High-performance butterfly valves are traditionally used in throttling applications requiring close flow control, but their accurate operating range is usually limited to a very narrow control range, about 30% to 50% open. When pushed to open wider, operation usually becomes sluggish and unpredictable. Perhaps this is why high-performance butterfly valves were not used in the original Intrex design, which had airflow controlled by the 10-inch damper valves.

Meanwhile, engineers at the Fisher Controls Division of Emerson Process Management were working to broaden the control range of high-performance butterfly valves. By testing various butterfly valve disk designs in their testing laboratory, they created a disk with an inherent equal percentage flow characteristic. This means that the percentage flow through the valve was proportional to the percentage valve opening, so there were more predictable flows over a much wider valve travel range, in this case up to 70% open.

Following successful field trials, the new 4-inch control disk valve system was introduced early in 2009, just in time for the new technology to be adopted by JEA. A Fisher spring and diaphragm actuator operates each of the new valves. Post-upgrade tests confirmed that during normal Intrex operation, the desired pressures in each of the three sections of the air supply plenum were achieved, which improved the flow of bed material. A dozen of the 10-inch damper valves were replaced by 36 of the 4-inch control disk valves on each of the two units.
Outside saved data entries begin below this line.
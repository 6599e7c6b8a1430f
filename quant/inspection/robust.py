"""Which of many numbers stand out, at a false-alarm rate stated for all of them together."""

from functools import lru_cache

import numpy as np

from quant.arrays import FloatArray, IntArray

FALSE_ALARM = 0.02
"""Share of clean sets in which a check that compares samples with each other may name any of them."""

TO_SD = 1.4826  # standard deviation of a normal distribution over its median absolute deviation
FEWEST = 8  # fewer numbers do not tell what is usual
_SIMULATED = 4000


def robust_sd(values: FloatArray) -> float:
    """Return 1.4826 times the median absolute deviation from the median."""
    return float(TO_SD * np.median(np.abs(values - np.median(values))))


def robust_z(values: FloatArray) -> FloatArray:
    """Return (value − median)/(1.4826 MAD); zeros where more than half of the values are equal, shape (n,)."""
    spread = robust_sd(values)
    return (values - np.median(values)) / spread if spread > 0 else np.zeros_like(values)


@lru_cache(maxsize=64)
def largest_z(n: int, false_alarm: float = FALSE_ALARM, *, both_sides: bool = False) -> float:
    """Return what the largest `robust_z` of n normal numbers exceeds at a rate of `false_alarm`.

    Found by simulation (4000 sets, fixed seed), because median and MAD of few numbers are uncertain themselves.

    Parameters
    ----------
    n : int
        How many numbers are compared.
    false_alarm : float
        Share of sets of n normal numbers in which the largest may exceed the limit.
    both_sides : bool
        Judge absolute values.
    """
    drawn = np.random.default_rng(n).standard_normal((_SIMULATED, n))
    drawn -= np.median(drawn, axis=1, keepdims=True)
    drawn /= TO_SD * np.median(np.abs(drawn), axis=1, keepdims=True)
    largest = (np.abs(drawn) if both_sides else drawn).max(axis=1)
    return float(np.quantile(largest, 1 - false_alarm))


def standing_out(
    values: FloatArray, false_alarm: float = FALSE_ALARM, *, least_ratio: float = 1.0, usual: int | None = None
) -> IntArray:
    """Return the positions of positive numbers that are too large to belong to the others, the largest first.

    Logarithms of sums of squares are close to normal; the limit is that of `largest_z` for them. A number has to be
    `least_ratio` times the median, too: what is rare may still be small.

    Parameters
    ----------
    values : array of shape (n,)
        Sums of squares, noise levels and the like.
    false_alarm : float
        For all n together.
    least_ratio : float
        Smallest multiple of the median that is worth naming.
    usual : int, optional
        The first so many numbers say what is usual; default: all.
    """
    n = values.size
    first = values[:usual]
    middle = float(np.median(first)) if first.size else 0.0
    if first.size < FEWEST or middle <= 0:
        return np.zeros(0, dtype=np.intp)
    logs = np.log(np.maximum(values, 1e-9 * middle))
    spread = robust_sd(logs[:usual])
    # New numbers are judged as the first are: each with its share of the false alarms.
    limit = largest_z(first.size, false_alarm * first.size / n)
    out = np.flatnonzero((logs - np.log(middle) > limit * spread) & (values > least_ratio * middle) & (spread > 0))
    return out[np.argsort(-values[out], kind="stable")]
Another advantage was the control disc valve design is the complete shutoff of the air supply to the bed during start-up, avoiding Intrex tube damage.

Final Test Results

The redesign and modifications completed in 2009 greatly improved control of the airflow into each of the three Intrex heat exchangers in each of the two units. Ash flow through the Intrex heaters was also improved, reducing tube fouling and producing better heat transfer. The stability of bed levels in each furnace resulted in lower air pressures required to fluidize the bed material. The improved fluidization also prevents plugging of the Intrex heat exchangers. Other observed benefits have been reduced emissions of SO2 and NOx and increased load output. The valves can also control accurately at lower flows, making it easier to adjust to lower power loads at night.
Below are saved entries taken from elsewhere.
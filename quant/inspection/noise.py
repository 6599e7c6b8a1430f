"""Noise level, signal-to-noise ratio, and spikes."""

import numpy as np

from quant.arrays import BoolArray, FloatArray
from quant.inspection.finding import DOUBT, NOTE, Finding, plural
from quant.inspection.material import Material
from quant.inspection.robust import TO_SD, standing_out
from quant.spectra.segments import segments
from quant.units import AXIS_UNITS

LITTLE_SIGNAL = 30.0  # signal-to-noise ratio below which noise decides
NOISIER = 2.0  # times the median noise is worth naming
SPIKE = 12.0  # times the usual roughness at that point
MOST_SPIKES = 3  # more in one spectrum are lines of a gas or noise, not spikes
FEWEST = 5  # spectra that tell how rough a point usually is
Q_BRANCH = (655.0, 680.0)  # cm⁻¹, sharp line of carbon dioxide: told by the check of the atmosphere


def noise_levels(rows: FloatArray, points: BoolArray | None = None) -> FloatArray:
    """Return the noise of each spectrum from its third differences, shape (n,).

    Third differences of white noise of standard deviation s have s·√20; bands wider than some points hardly show in
    them, and their median leaves the others out.

    Parameters
    ----------
    rows : array of shape (n, n_points)
        Spectra.
    points : array of bool, shape (n_points,), optional
        Only these, run by run.
    """
    numbers = np.flatnonzero(points) if points is not None else np.arange(rows.shape[1])
    runs = np.split(numbers, np.flatnonzero(np.diff(numbers) > 1) + 1)
    parts = [np.abs(np.diff(rows[:, run], n=3, axis=1)) for run in runs if run.size > 3]
    if not parts:
        return np.zeros(len(rows))
    return np.asarray(TO_SD * np.median(np.hstack(parts), axis=1) / np.sqrt(20.0))


def signal_levels(rows: FloatArray, points: BoolArray) -> FloatArray:
    """Return the range of each spectrum from its 1st to its 99th percentile, shape (n,)."""
    low, high = np.percentile(rows[:, points], (1, 99), axis=1)
    return np.asarray(high - low)


def check_noise(material: Material) -> list[Finding]:
    """State noise and signal-to-noise ratio in the ranges used; name spectra much noisier than the others."""
    if material.used.sum() < 8:
        return []
    noise = noise_levels(material.absorbance, material.used)
    signal = signal_levels(material.absorbance, material.used)
    middle = float(np.median(noise))
    ratio = float(np.median(signal / np.where(noise > 0, noise, np.inf))) if (noise > 0).any() else np.inf
    unit = " A" if material.is_absorbance else ""
    if middle <= 0:
        return []
    findings = [
        Finding(
            gravity=DOUBT if ratio < LITTLE_SIGNAL else NOTE,
            code="noise",
            title=f"Noise {middle:.2g}{unit} a point, signal-to-noise ratio {ratio:.0f} (medians, ranges used)",
            samples=(),
            evidence="Noise from third differences along the axis; signal is the range of a spectrum without its "
            "extreme hundredths.",
            advice="More scans, a longer path or a better contact would help." if ratio < LITTLE_SIGNAL else "",
        )
    ]
    noisy = standing_out(noise, least_ratio=NOISIER)
    if noisy.size:
        findings.append(
            Finding(
                gravity=DOUBT,
                code="noisy_spectra",
                title=f"{plural(noisy.size, 'spectrum', 'spectra')} much noisier than the others",
                samples=material.named(noisy),
                evidence=f"Up to {noise[noisy[0]] / middle:.1f} times the median noise of {middle:.2g}{unit}.",
                advice="Measure again; look for fewer scans, little light, or a loose contact.",
            )
        )
    return findings


def check_spikes(material: Material) -> list[Finding]:
    """Name single points that jump out of their spectrum as no other spectrum does there."""
    a, axis = material.absorbance, material.spectra.axis
    if len(a) < FEWEST or a.shape[1] < 12:
        return []
    unlike = a - np.median(a, axis=0)
    jump = np.zeros_like(unlike)
    for run in segments(axis.values):
        part = unlike[:, run]
        if part.shape[1] > 4:  # against the mean of the points two places away: one or two points may stick out
            jump[:, run][:, 2:-2] = part[:, 2:-2] - (part[:, :-4] + part[:, 4:]) / 2
    middle = np.median(jump, axis=0)
    usual = TO_SD * np.median(np.abs(jump - middle), axis=0)
    floor = np.maximum(usual, np.median(usual))
    if np.median(usual) <= 0:
        return []
    high = np.abs(jump - middle) > SPIKE * floor
    if axis.unit == "cm-1":
        high &= ~((axis.values > Q_BRANCH[0]) & (axis.values < Q_BRANCH[1]))
    # A spike is narrow: where three neighbours on each side differ as much, it is a band.
    high &= _narrow(unlike, np.abs(jump - middle))
    rows = np.flatnonzero(high.any(axis=1))
    count = [int(np.sum(np.diff(np.flatnonzero(high[row])) > 4)) + 1 for row in rows]
    spiked = [(row, n) for row, n in zip(rows.tolist(), count, strict=True) if n <= MOST_SPIKES]
    if not spiked:
        return []
    findings = []
    for inside in (True, False):
        mask = material.used if inside else ~material.used
        chosen = [row for row, _ in spiked if (high[row] & mask).any()]
        if chosen:
            worst = max(chosen, key=lambda row: float(np.abs(jump[row] * (high[row] & mask)).max()))
            place = int(np.argmax(np.abs(jump[worst]) * (high[worst] & mask)))
            position = f"{axis.values[place]:g} {AXIS_UNITS[axis.unit]}"
            findings.append(
                Finding(
                    gravity=DOUBT if inside else NOTE,
                    code="spikes",
                    title=f"Spikes in {plural(len(chosen), 'spectrum', 'spectra')}"
                    + ("" if inside else ", outside the ranges used"),
                    samples=material.named(chosen),
                    evidence=f"The highest: {jump[worst, place]:+.3g} at {position} "
                    f"in {material.named([worst])[0]}, {abs(jump[worst, place]) / floor[place]:.0f} times the usual "
                    "roughness there.",
                    advice="Measure again, or leave the spectrum out; a spike counts like a band.",
                )
            )
    return findings


def _narrow(rows: FloatArray, jump: FloatArray) -> BoolArray:
    """Mark points whose jump is gone three places to either side, against the points five places away."""
    narrow = np.zeros(rows.shape, dtype=bool)
    if rows.shape[1] > 12:
        centre = slice(5, -5)
        base = (rows[:, :-10] + rows[:, 10:]) / 2
        left, right = rows[:, 2:-8] - base, rows[:, 8:-2] - base
        narrow[:, centre] = np.maximum(np.abs(left), np.abs(right)) < 0.3 * jump[:, centre]
    return narrow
Figure 4 shows before and after views of the superheater tubes in one Intrex. One year after the valve modifications were made, the Intrex tubes remain clear and problem-free. Recently, the distributed control system (DCS) monitor of one CFB showed very precise valve opening of 63.69%, 70.02%, and 66.79% on each of three control disk valves serving one Intrex heater. These valve opening readings represent gas flows of 2,056 lb/hr, 1,999 lb/hour, and 1,997 lb/hour, respectively, indicating that the Intrex heaters are operating as designed.
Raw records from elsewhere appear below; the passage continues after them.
"""The same spectrum under two names: exact copies, and spectra that differ by less than their noise."""

import numpy as np

from quant.arrays import FloatArray, IntArray
from quant.inspection.finding import DOUBT, NOTE, STOP, Finding, plural
from quant.inspection.material import Material
from quant.inspection.noise import noise_levels

NEARER_THAN_NOISE = 0.7  # times the distance that noise alone puts between two spectra
FEWEST_POINTS = 30  # a distance over fewer points says little
ADVICE = "duplicates_together = true under [cross_validation]"


def check_duplicates(material: Material) -> list[Finding]:
    """Name samples that share a spectrum; a stop where one of a pair is to validate the other."""
    exact = duplicate_pairs(material)
    near = _near_pairs(material, exact)
    findings: list[Finding] = []
    for pairs, kind in ((exact, "Exact"), (near, "Near")):
        across = [pair for pair in pairs if _is_validation(material, pair[0]) != _is_validation(material, pair[1])]
        within = [pair for pair in pairs if pair not in across]
        if across:
            findings.append(_across(material, across, kind))
        if within:
            findings.append(_within(material, within, kind, len(across)))
    return [*findings, *_contradictions(material, exact), *_copied_replicates(material)]


def duplicate_pairs(material: Material) -> list[tuple[int, int]]:
    """Return pairs of samples (positions, the first before the second) that have a spectrum exactly in common."""
    owners: dict[bytes, list[int]] = {}
    for row, sample in zip(material.spectra.values, material.sample_index.tolist(), strict=True):
        owners.setdefault(row.tobytes(), []).append(sample)
    pairs = {
        (min(a, b), max(a, b))
        for samples in owners.values()
        for i, a in enumerate(samples)
        for b in samples[i + 1 :]
        if a != b
    }
    return sorted(pairs)


def _near_pairs(material: Material, exact: list[tuple[int, int]]) -> list[tuple[int, int]]:
    """Pairs whose spectra are nearer than two measurements of one sample could be."""
    rows = material.absorbance[:, material.used]
    noise = noise_levels(material.absorbance, material.used)
    if rows.shape[1] < FEWEST_POINTS or not (noise > 0).all():
        return []
    sample, known = material.sample_index, set(exact)
    found = {}
    for i in range(len(rows) - 1):
        rest = rows[i + 1 :] - rows[i]
        distance = np.sqrt(np.mean(rest * rest, axis=1))
        least = NEARER_THAN_NOISE * np.hypot(noise[i], noise[i + 1 :])
        for j in np.flatnonzero((distance < least) & (sample[i + 1 :] != sample[i])) + i + 1:
            pair = (int(min(sample[i], sample[j])), int(max(sample[i], sample[j])))
            if pair not in known:
                found[pair] = True
    return sorted(found)


def _is_validation(material: Material, sample: int) -> bool:
    return sample >= len(material.calibration)


def _names(material: Material, pairs: list[tuple[int, int]]) -> tuple[str, ...]:
    return tuple(f"{material.sample_ids[a]} = {material.sample_ids[b]}" for a, b in pairs)


def _across(material: Material, pairs: list[tuple[int, int]], kind: str) -> Finding:
    twins = len({b for _, b in pairs})
    return Finding(
        gravity=STOP,
        code=f"{kind.lower()}_duplicates_across_sets",
        title=f"{plural(twins, 'validation sample')} with {'an exact' if kind == 'Exact' else 'a near'} twin among the "
        "calibration samples",
        samples=_names(material, pairs),
        evidence=_why(kind),
        advice="Such samples prove nothing about new ones, and RMSEP comes out too small: take them out of the "
        "validation, or exclude their twins from the calibration.",
    )


def _within(material: Material, pairs: list[tuple[int, int]], kind: str, n_across: int) -> Finding:
    together = material.recipe.cross_validation.duplicates_together
    also = f" ({plural(n_across, 'more pair')} between calibration and validation above)" if n_across else ""
    return Finding(
        gravity=NOTE if together and kind == "Exact" else DOUBT,
        code=f"{kind.lower()}_duplicates",
        title=f"{plural(len(pairs), 'pair')} of samples that are {kind.lower()} duplicates{also}",
        samples=_names(material, pairs),
        evidence=_why(kind),
        advice="Kept together in cross-validation, as the recipe says."
        if together and kind == "Exact"
        else f"Set {ADVICE}, else a sample is predicted from its own copy and RMSECV comes out too small; or exclude "
        "one of each pair.",
    )


def _why(kind: str) -> str:
    if kind == "Exact":
        return "Every point of their spectra is equal to the last digit: a file that was copied or read twice."
    return "Their spectra differ by less than the noise of one, which two measurements cannot: processed copies."


def _contradictions(material: Material, pairs: list[tuple[int, int]]) -> list[Finding]:
    values: FloatArray = material.calibration.values
    if material.validation is not None:
        values = np.vstack([values, material.validation.values])
    with np.errstate(invalid="ignore"):
        unequal = [(a, b) for a, b in pairs if (np.abs(values[a] - values[b]) > 1e-9 * np.abs(values[a])).any()]
    if not unequal:
        return []
    a, b = unequal[0]
    column = int(np.nanargmax(np.abs(values[a] - values[b])))
    analyte = material.calibration.analytes[column]
    said = f"{analyte.name} {values[a, column]:g} and {values[b, column]:g} {analyte.unit}".rstrip()
    return [
        Finding(
            gravity=DOUBT,
            code="duplicates_with_different_values",
            title=f"{plural(len(unequal), 'pair')} of one spectrum but different reference values",
            samples=_names(material, unequal),
            evidence=f"The first: {said}.",
            advice="One spectrum carries the wrong name, or one value is wrong: find out which before calibrating.",
        )
    ]


def _copied_replicates(material: Material) -> list[Finding]:
    copied: list[int] = []
    seen: dict[tuple[int, bytes], int] = {}
    for row, (sample, values) in enumerate(zip(material.sample_index.tolist(), material.spectra.values, strict=True)):
        if (sample, values.tobytes()) in seen:
            copied.append(row)
        seen[sample, values.tobytes()] = row
    if not copied:
        return []
    samples: IntArray = np.unique(material.sample_index[copied])
    return [
        Finding(
            gravity=DOUBT,
            code="copied_replicates",
            title=f"{plural(samples.size, 'sample')} whose replicates are copies of each other",
            samples=tuple(material.sample_ids[i] for i in samples),
            evidence=_why("Exact"),
            advice="Copies hide how much replicates differ: keep one spectrum, or fetch the true replicates.",
        )
    ]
4. Good results from Intrex upgrades. On the left is Intrex 2C in as-found condition before the 2009 outage. Note the agglomeration formation above the tube shelf. Agglomeration forms above the tube shelf due to poor fluidization. This buildup causes load reduction and cyclone plugging. Targeted modifications made in 2009 eliminated this problem, as shown in the photo on the right. Courtesy: JEA

Also shown on the DCS screen was the power output of 308.37 MW for that unit, confirming that the upgraded Intrex system and other plant modifications have produced improved furnace operation and increased power output.

Looking Ahead

JEA intends to continue its leadership in CFB boiler design and operation with further improvements to the Northside plant. Today, JEA management believes that more fine-tuning will further increase plant output and efficiency. The next step is restoration of a number of Intrex tube bundles, already scheduled during the fall 2011 shutdown. Other plans call for improvement of secondary and primary air control, limiting Intrex tube temperatures on start-up to 1,050F, and analyzing start-up control factors such as feedwater flow, primary and secondary airflow, bed pressures, and above-bed burner uses to improve the responsiveness of each unit.

—Contributed by Frank Thomas ([email protected]), a reliability engineer, and John Kang ([email protected]), an electric generation optimization specialist, for JEA.